社会发展代价问题,本质上是发展问题。从认识论视角研究当代社会的发展代价,是一个有意义的视角。这种研究不能停留在社会发展代价边界的把握上,还需要搞清楚社会发展代价产生的认识论根源及对实践主体付出代价实现发展的行为进行认识论的分析,从而从认识论的视角勾勒出社会发展的和谐图景。

认识论;社会发展代价;和谐发展

社会发展具有进步的意蕴,但又不简单等于进步。发展与进步之间的差别就在于“代价”。人们在日常生活中经常使用“代价”这个词,它从一个侧面反映了人们在社会生活中普遍存在的一种得失关系。而从哲学的范畴来看,社会发展代价主要包括三方面的内容:“一是成本性代价,即为实现社会进步所耗费的物力、精力和人力;二是牺牲性代价,即人通过牺牲自身的利益甚至生命以实现自身的理想价值或换取社会的进步;三是消极后果性代价,即在实现社会进步的过程中所产生的一系列负面的、有害的结果。”[1]可见,社会发展的本质归根结底是社会实践,离开社会领域和人类的实践活动来谈社会发展代价都是毫无意义的。北京大学袁吉福教授对社会发展代价作了如下界定:“代价是与社会发展(社会进步)相关联的一个哲学范畴,是指人类在社会发展过程中所作出的努力和牺牲以及所造成的消极后果。”[2]鉴于此,本文试图对社会发展代价进行认识论探讨,力争把代价问题的研究推向深入,从而为建构和谐的发展图景提供借鉴。

一、社会发展代价产生的认识论根源

1.思维的至上性与非至上性是社会代价产生的认识论基础

社会发展代价产生的原因是多方面的,其中,思维的至上性与非至上性之间的矛盾是社会发展代价产生的认识论基础。马克思主义哲学指出,人类的认识具有双重性,一方面从认识的“本性、使命、可能和历史的终极目的来说”[3],它具有至上性和无限性;另一方面从认识的个别实现和每次实现来说,它又具有非至上性和有限性。人类只有在认识无限前进的过程中,才能解决这种认识的矛盾。因此,在社会发展规律和社会发展代价问题的认识上,人类既具有至上性又具有非至上性。但是,在特定的历史时期内,由于人类认识的非至上性,导致人类对社会发展规律的认识不可能完全穷尽,而且这种认识很有可能是错误的、片面的。因此,在社会发展过程中,由于认识的局限和实践的限制所导致社会发展代价的产生也就不可避免了。

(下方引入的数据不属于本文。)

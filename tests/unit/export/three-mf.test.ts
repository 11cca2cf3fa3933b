// @vitest-environment happy-dom

import type { BufferGeometry, Mesh } from 'three';
import { ThreeMFLoader } from 'three/examples/jsm/loaders/3MFLoader.js';
import { describe, expect, it } from 'vitest';
import { writeThreeMf } from '@/lib/export/three-mf';
import { createKernelHost } from '@/lib/geometry/host';
import { QUALITY } from '@/lib/geometry/kernel';
import { meshFaults, meshVolume } from '@/lib/geometry/mesh-check';
import { FIXTURES } from '@/tests/support/kernel-fixtures';
import { readZip } from '@/tests/support/zip';

const CORE = 'http://schemas.microsoft.com/3dmanufacturing/core/2015/02';
const host = await createKernelHost();
const bodies = host.build(FIXTURES['crossed bars']!, QUALITY.preview);
const bytes = writeThreeMf({ title: 'Rig & clip <6 mm>', material: 'PETG', bodies });
const entries = readZip(bytes);
const xml = (text: string) => new DOMParser().parseFromString(text, 'text/xml');
const model = xml(entries[2]!.text).documentElement;
const indicesOf = (geometry: BufferGeometry): ArrayLike<number> =>
  geometry.getIndex()?.array ??
  Array.from({ length: geometry.getAttribute('position').count }, (_, at) => at);
const all = (name: string, under: Element = model) => [...under.getElementsByTagName(name)];

describe('a 3MF file', () => {
  it('is a zip of the content types, the relationship and the model, in that order', () => {
    expect(entries.map((entry) => entry.name)).toEqual([
      '[Content_Types].xml',
      '_rels/.rels',
      '3D/3dmodel.model',
    ]);
  });

  it('points from the relationship to the model', () => {
    const target = xml(entries[1]!.text).getElementsByTagName('Relationship')[0]!;
    expect(target.getAttribute('Target')).toBe('/3D/3dmodel.model');
    expect(target.getAttribute('Type')).toBe('http://schemas.microsoft.com/3dmanufacturing/2013/01/3dmodel');
  });

  it('states millimetres, title and material', () => {
    expect(model.getAttribute('unit')).toBe('millimeter');
    expect(model.getAttribute('xmlns')).toBe(CORE);
    const metadata = Object.fromEntries(
      all('metadata').map((one) => [one.getAttribute('name'), one.textContent]),
    );
    expect(metadata).toEqual({
      Title: 'Rig & clip <6 mm>',
      Description: 'Material: PETG',
      Application: 'Bendwell',
    });
    expect(all('base')[0]!.getAttribute('name')).toBe('PETG');
  });

  it('names each body and builds it where it stands, without a transform', () => {
    expect(all('object').map((object) => object.getAttribute('name'))).toEqual(['cross', 'plug']);
    const ids = all('object').map((object) => object.getAttribute('id'));
    expect(all('item').map((item) => item.getAttribute('objectid'))).toEqual(ids);
    expect(all('item').some((item) => item.hasAttribute('transform'))).toBe(false);
  });

  it('holds the very float32 vertices of the mesh, shared, and its triangles', () => {
    for (const [at, object] of all('object').entries()) {
      const { mesh } = bodies[at]!;
      const positions = all('vertex', object).flatMap((vertex) =>
        ['x', 'y', 'z'].map((axis) => Number(vertex.getAttribute(axis))),
      );
      const indices = all('triangle', object).flatMap((triangle) =>
        ['v1', 'v2', 'v3'].map((corner) => Number(triangle.getAttribute(corner))),
      );
      const read = { positions: Float32Array.from(positions), indices: Uint32Array.from(indices) };
      expect(read).toEqual(mesh);
      expect(meshFaults(read)).toEqual([]);
    }
  });

  it('is read by the 3MF loader of three with the same volumes', () => {
    const group = new ThreeMFLoader().parse(bytes.buffer);
    const meshes: Mesh[] = [];
    group.traverse((object) => {
      if ('isMesh' in object) meshes.push(object as Mesh);
    });
    const volumes = meshes.map(({ geometry }) =>
      meshVolume({
        positions: geometry.getAttribute('position').array as Float32Array,
        indices: Uint32Array.from(indicesOf(geometry)),
      }),
    );
    expect(volumes).toEqual(bodies.map((body) => expect.closeTo(body.volume, 3)));
  });

  it('has the same bytes each time, with the earliest date a zip can hold', () => {
    const again = writeThreeMf({ title: 'Rig & clip <6 mm>', material: 'PETG', bodies });
    expect(Buffer.compare(again, bytes)).toBe(0);
    const first = 1 + (1 << 5);
    expect(entries.map(({ date, time }) => [date, time])).toEqual([
      [first, 0],
      [first, 0],
      [first, 0],
    ]);
  });

  it('leaves the material out where none is chosen', () => {
    const text = readZip(writeThreeMf({ title: 'Clip', material: null, bodies }))[2]!.text;
    expect(text).not.toContain('basematerials');
    expect(text).not.toContain('pid=');
    expect(text).not.toContain('Description');
  });

  it('drops characters that XML cannot hold and cuts endless titles', () => {
    const title = `a\u0000b\uFFFE\uD800"${'x'.repeat(500)}`;
    const text = readZip(writeThreeMf({ title, material: null, bodies }))[2]!.text;
    const read = xml(text).getElementsByTagName('metadata')[0]!.textContent;
    expect(read).toBe(`ab"${'x'.repeat(197)}`);
  });
});
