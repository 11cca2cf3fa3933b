import type { Unit } from '@/lib/units';

/**
 * How well a value is known.
 * verified: read in the source named · quoted: read in a text that quotes the publication ·
 * computed: published formula, number computed here · derived: derived here and checked numerically ·
 * memory: remembered from the named book or standard · common-practice: trade fact without a source ·
 * given: entered by the user.
 */
export type Mark = 'verified' | 'quoted' | 'computed' | 'derived' | 'memory' | 'common-practice' | 'given';

export interface Source {
  readonly text: string;
  readonly mark: Mark;
}

export interface Quantity {
  readonly value: number;
  readonly unit: Unit;
  readonly low?: number;
  readonly high?: number;
  readonly source: Source;
}

/**
 * Secant modulus against strain. `softening`: Es = E (1 - slope eps) up to `validTo`; `constant`: Es = E.
 * `assumed` is true where the model was calibrated on another material.
 */
export interface SecantModel {
  readonly kind: 'softening' | 'constant';
  readonly slope: number;
  readonly validTo: number;
  readonly assumed: boolean;
  readonly source: Source;
}

/** A figure with a band, for friction: value is the middle used for single figures. */
export interface Band extends Quantity {
  readonly low: number;
  readonly high: number;
}

export type FoldClass = 'long-life' | 'thousands' | 'few' | 'unknown';
export type Rating = 'good' | 'fair' | 'poor' | 'unknown';

export interface Judgement {
  readonly rating: Rating;
  readonly because: string;
  readonly source: Source;
}

export interface Range {
  readonly low: number;
  readonly high: number;
  readonly unit: Unit;
  readonly source: Source;
}

export interface PrintWindow {
  readonly nozzle: Range | null;
  readonly bed: Range | null;
  readonly enclosure: 'needed' | 'helpful' | 'not-needed';
  readonly bedSurface: string;
  readonly drying: { readonly temperature: Range; readonly hours: Range } | null;
  readonly warp: 'low' | 'medium' | 'high' | 'very-high' | 'unknown';
  readonly source: Source;
}

export interface Price {
  readonly perKg: number;
  readonly currency: 'EUR';
  /** ISO date the price was entered */
  readonly asOf: string;
  readonly source: Source;
}

/**
 * One plastic in one state. Null means not known, never zero. Moduli and strengths in MPa, strains as fractions,
 * density g/cm3, temperatures °C, expansion 1/K, shrinkage as a fraction.
 */
export interface Material {
  readonly id: string;
  readonly name: string;
  readonly shortName: string;
  readonly process: 'printed' | 'moulded';
  readonly summary: string;
  readonly flexuralModulus: Quantity | null;
  readonly tensileModulus: Quantity | null;
  readonly tensileModulusAcross: Quantity | null;
  readonly secant: SecantModel;
  readonly poisson: Quantity;
  readonly yieldStrain: Quantity | null;
  readonly tensileStrength: Quantity | null;
  readonly tensileStrengthAcross: Quantity | null;
  /** elongation at break along and across the layers */
  readonly breakStrain?: Quantity | null;
  readonly breakStrainAcross?: Quantity | null;
  /** permissible short-time strain at 23 °C, along the layers */
  readonly allowableOnce: Quantity | null;
  readonly allowableOften: Quantity | null;
  /** as `allowableOnce`, where the strain pulls the layers apart */
  readonly allowableAcross: Quantity | null;
  /** given by the user for the use at hand: stands in place of limit, use, layers and temperature */
  readonly allowableFinal?: Quantity | null;
  /** friction of the plastic on itself */
  readonly friction: Band;
  readonly density: Quantity | null;
  readonly heatDeflection: Quantity | null;
  readonly glassTransition: Quantity | null;
  readonly continuousService: Quantity | null;
  readonly thermalExpansion: Quantity | null;
  readonly shrinkage: Quantity | null;
  readonly print: PrintWindow | null;
  readonly weather: Judgement;
  readonly chemicals: Judgement;
  readonly gluing: Judgement;
  readonly foldEndurance: { readonly class: FoldClass; readonly because: string; readonly source: Source };
  /** true for plastics whose thin webs are drawn and oriented by the first fold (PP, PE) */
  readonly drawsWhenFolded: boolean;
  readonly price: Price | null;
  /** why a figure of this plastic is not known, by property, where there is more to say than "not found" */
  readonly gaps?: Readonly<Partial<Record<string, string>>>;
}

export type Opening = 'once' | 'sometimes' | 'often';
export type LayerDirection = 'along' | 'across';

/** How the part is used. Temperature in °C. */
export interface Use {
  readonly opening: Opening;
  readonly layers: LayerDirection;
  readonly temperature: number;
}

export const DEFAULT_USE: Use = { opening: 'often', layers: 'along', temperature: 23 };
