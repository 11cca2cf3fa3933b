'use server';

import { revalidatePath } from 'next/cache';
import { redirect } from 'next/navigation';
import { z } from 'zod';
import { endSession } from '@/lib/auth/session';
import { formAction } from '@/lib/forms/form';

export const signOutAction = formAction({
  schema: z.object({}),
  async run() {
    await endSession();
    revalidatePath('/', 'layout');
    redirect('/');
  },
});
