import type { Metadata } from 'next';
import { AccountHead } from '@/components/account/account-head';
import { ChangeForms } from '@/components/account/change-forms';
import { DeleteAccount } from '@/components/account/delete-account';
import { SessionList } from '@/components/account/session-list';
import { listOwnSessions } from '@/lib/access/account';
import { may, permit } from '@/lib/access/policy';
import { currentSession } from '@/lib/auth/session';
import { readPage } from '@/lib/http/page';
import * as actions from './actions';

export const metadata: Metadata = { title: 'Your account' };

export default async function AccountPage() {
  const { member, sessions } = await readPage('/account', (viewer) => ({
    member: permit(viewer, 'account.own'),
    sessions: listOwnSessions(viewer),
  }));
  const present = (await currentSession())?.id ?? null;
  return (
    <main className="frame grid gap-6 pt-8 pb-16">
      <AccountHead
        member={member}
        admin={may(member, 'members.manage')}
        signOut={actions.signOutAction}
        verify={actions.verifyAction}
      />
      <ChangeForms
        member={member}
        rename={actions.renameAction}
        changeEmail={actions.changeEmailAction}
        changePassword={actions.changePasswordAction}
      />
      <SessionList
        sessions={sessions}
        present={present}
        end={actions.endSessionAction}
        endOthers={actions.endOtherSessionsAction}
      />
      <DeleteAccount action={actions.deleteAccountAction} name={member.name} />
    </main>
  );
}
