/**
 * Largest stress of a cycle, MPa, that flat printed PLA survives `cycles` times with 90 % probability, unnotched:
 * sigma_max(N) = 0.1 UTS (2e6 / N)^(1/5.5), UTS tensile strength in MPa. Valid from about 1e3 to 2e6 cycles.
 * Source: Ezeh & Susmel, Int. J. Fatigue 126 (2019) 319-326 (as quoted).
 */
export function fatigueStress(tensileStrength: number, cycles: number): number | null {
  if (!(cycles >= 1e3 && cycles <= 2e6)) return null;
  return 0.1 * tensileStrength * (2e6 / cycles) ** (1 / 5.5);
}
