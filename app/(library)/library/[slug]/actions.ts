'use server';

import { revalidatePath } from 'next/cache';
import { redirect } from 'next/navigation';
import { z } from 'zod';
import { getMaterial } from '@/lib/access/materials';
import { reportOn, startFrom } from '@/lib/access/presets';
import { lineField } from '@/lib/forms/fields';
import { formAction } from '@/lib/forms/form';

const place = { slug: z.string().max(80), version: z.coerce.number().int().min(1).max(100_000) };

export const reportAction = formAction({
  schema: z.object({
    ...place,
    worked: z.enum(['yes', 'no'], 'Say whether it worked'),
    material: z.string().max(60),
    printer: lineField('the printer', 60),
    note: z.string().trim().max(600, 'At most 600 characters'),
  }),
  async run({ slug, worked, material, ...given }, { viewer }) {
    reportOn(viewer, slug, { ...given, worked: worked === 'yes', material: getMaterial(material).shortName });
    revalidatePath(`/library/${slug}`);
    return 'Thank you. Your report stands below';
  },
});

export const startAction = formAction({
  schema: z.object(place),
  async run({ slug, version }, { viewer }) {
    const { id } = await startFrom(viewer, slug, version);
    redirect(`/designs/${id}`);
  },
});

2.认识的局限性与客观规律之间的矛盾是社会代价产生的主要根源

主体在按照客体自身的尺度改造客体以满足自身需要的前提是要认识客体的本质及其规律。但是客观规律并不是先天就存在于人的头脑中,而且它的存在是不以人的意志为转移并支配着人的活动。因此,人们只有正确认识并遵循它才能达到预期的目的。然而,这些规律并不是以直观的形式出现在人的面前,它总是在时空上以各种错综复杂的现象呈现出来。因而要正确认识这些规律,主体就必须不断地收集关于客观对象全面的、完整的、充分的感性材料,然后对这些材料进行去粗取精、去伪存真、由此及彼、由表及里的加工制作才能达到对这些规律的理性认识。但是人们的实践活动总是在一定的时空下进行的,因而人们的实践和认识受到他们所处的社会历史条件的制约,原来人们认为正确的认识,但是今天看来又是不正确的,到了明天可能又会出现新的问题。这表明,无论在任何时候,人们对事物及其客观规律的认识都是片面的、相对的、有限的,都是有待发展的。这就造成了人的认识局限性和客观规律之间的矛盾。也正因为人的认识的局限性使人们在判断和选择实践活动的过程中出现偏差,从而导致人们在社会发展的过程中付出相应的代价。例如新中国在成立初期,我国提出的高度集中的计划经济体制来源于人们的认识,虽然当时具有一定的合理性,但仍存在一些缺陷,正因为人们没有认识到它的缺陷,从而导致我国在后来的实践中付出了巨大的代价。可见,认识的局限性和客观规律之间的矛盾是社会发展代价产生的主要根源。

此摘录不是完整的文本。